The factory continued extracting clay well into the 9th decade of the XXth century. It is the economic chaos of the 90’s that the Romanian state decided to abandon production, dismantling all built structures, selling it for scrap metal. The process was quick and the community, faced with financial difficulties, agreed to sell all of its assets. 

The lakes are the only man made structure still visible of this great industrial project. In the two decades that followed they have been gradually reconquered by nature. Ironically, as industrialized agriculture has taken hold of the nearby fields these lakes have transformed into an oasis for natural wildlife. They are currently an informal place for recreation used mainly by the local community either for fishing or bird spotting. Swimming is officially prohibited as several deaths have occured in the past years. These were caused either by the algae growing in shallow waters or by the cold currents  inhabiting the deeper pits. These have variable depths that quickly and unpredictably change the temperature of the water. While some lakes are truly deep some are drying out, as the water leveling system stopped working two decades ago. All connecting pipes are now above the water level. This creates an interesting landscape with different kinds of water textures. Birds flourish in this environment. 

Local administrations have proposed various projects for regenerating the site, some going as far as proposing a water adventure park.

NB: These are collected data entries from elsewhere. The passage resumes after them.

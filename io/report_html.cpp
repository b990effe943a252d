#include "io/report_html.h"

#include <fmt/format.h>
#include <nlohmann/json.hpp>
#include <libdeflate.h>

#include <algorithm>
#include <atomic>
#include <cmath>
#include <cctype>
#include <cstring>
#include <exception>
#include <map>
#include <memory>
#include <stdexcept>
#include <thread>
#include <utility>
#include <vector>

#include "io/atomic_file.h"

namespace gazemill {

const std::vector<std::pair<std::string, std::string>>& embedded_assets();  // generated from io/report_assets/ and libjs-vega

namespace {

using json = nlohmann::json;
using Attrs = std::vector<std::pair<std::string, std::string>>;

// --- an HTML writer that escapes every text and attribute --------------------------

// Text needs &, < and > escaped; an attribute value also its quotes.
std::string escape_html(std::string_view s, bool quotes) {
  std::string out;
  out.reserve(s.size());
  for (char c : s) {
    switch (c) {
      case '&': out += "&amp;"; break;
      case '<': out += "&lt;"; break;
      case '>': out += "&gt;"; break;
      case '"': out += quotes ? "&quot;" : "\""; break;
      case '\'': out += quotes ? "&#39;" : "'"; break;
      default: out += c;
    }
  }
  return out;
}

std::string escape_text(std::string_view s) { return escape_html(s, false); }
std::string escape_attribute(std::string_view s) { return escape_html(s, true); }

// Script text can end its element only by "</script" and can open an
// escaped state by "<!--" (HTML, "Restrictions for contents of script
// elements"); both are written so that JavaScript reads them the same
// ("<\/" in a string or pattern is "</", "<\!" is "<!"). Nothing else is
// touched: "</" alone may be a pattern such as /</g.
std::string script_safe(std::string_view code) {
  std::string out;
  out.reserve(code.size());
  auto lower_at = [&](std::size_t i, std::string_view word) {
    if (i + word.size() > code.size()) return false;
    for (std::size_t k = 0; k < word.size(); ++k) {
      if (std::tolower(static_cast<unsigned char>(code[i + k])) != word[k]) return false;
    }
    return true;
  };
  for (std::size_t i = 0; i < code.size(); ++i) {
    if (code[i] == '<' && (lower_at(i, "</script") || lower_at(i, "<!--"))) {
      out += "<\\";
      continue;
    }
    out += code[i];
  }
  return out;
}

class HtmlWriter {
 public:
  void open(std::string_view tag, const Attrs& attrs = {}) {
    start_tag(tag, attrs);
    stack_.emplace_back(tag);
  }
  void close() {
    if (stack_.empty()) throw std::logic_error("HtmlWriter: close without open");
    out_ += "</" + stack_.back() + ">";
    stack_.pop_back();
  }
  void empty(std::string_view tag, const Attrs& attrs = {}) { start_tag(tag, attrs); }
  void text(std::string_view s) { out_ += escape_text(s); }
  void element(std::string_view tag, const Attrs& attrs, std::string_view s) {
    open(tag, attrs);
    text(s);
    close();
  }
  void element(std::string_view tag, std::string_view s) { element(tag, {}, s); }
  void script(std::string_view code, const Attrs& attrs = {}) {
    start_tag("script", attrs);
    out_ += script_safe(code);
    out_ += "</script>\n";
  }
  void style(std::string_view css) {
    if (css.find("</") != std::string_view::npos) throw std::logic_error("HtmlWriter: a style sheet may not contain </");
    out_ += "<style>";
    out_ += css;
    out_ += "</style>\n";
  }
  void comment(std::string_view s) {
    std::string safe(s);
    for (std::size_t p; (p = safe.find("--")) != std::string::npos;) safe.replace(p, 2, "- -");
    out_ += "<!--" + safe + "-->\n";
  }
  void newline() { out_ += '\n'; }
  std::string finish() {
    if (!stack_.empty()) throw std::logic_error("HtmlWriter: <" + stack_.back() + "> left open");
    return std::move(out_);
  }

 private:
  void start_tag(std::string_view tag, const Attrs& attrs) {
    out_ += "<";
    out_ += tag;
    for (const auto& [k, v] : attrs) out_ += " " + k + "=\"" + escape_attribute(v) + "\"";
    out_ += ">";
  }
  std::string out_;
  std::vector<std::string> stack_;
};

The latest one imagines a place dedicated to bird watchers and nature enthusiasts. None, however, planned to reinterpret the industrial tradition, the memory of the production facilities and the many stories that it spanned. 

Objectives

The main objective of the competition is to generate a generous debate about the possibilities of this site in particular, and about such sites, in general. The debate should be relevant for both local communities and professional ones, and the projects developed through this tool should either be very pragmatic and easy to implement, or with a very strong conceptual value thus instigating a more elaborated approach to the site or problem.

Three categories of projects can be submitted:

  • small scale, tactical interventions that form various forms of networks connecting and telling the story of the site
  • visible structures (pavilions, small buildings) that become part of the site’s image and are used to frame and present it
  • landart/ landform interventions that work with the site’s topography and allow for a better understanding and parkour throughout the entire area

When working within these categories, one should have in mind the following objectives:

  • The project needs to be well adjusted to the needs and capacity of the local community. (in creation, implementation and use)
  • The project needs to use local materials and be conscious about the local environment.
  • The project needs to address both the current character of the site and its historical and cultural legacy.
  • The project needs to have a contemporary language and approach.
  • The project needs to connect to the wider context of Jimbolia as both a particular place and a typological one.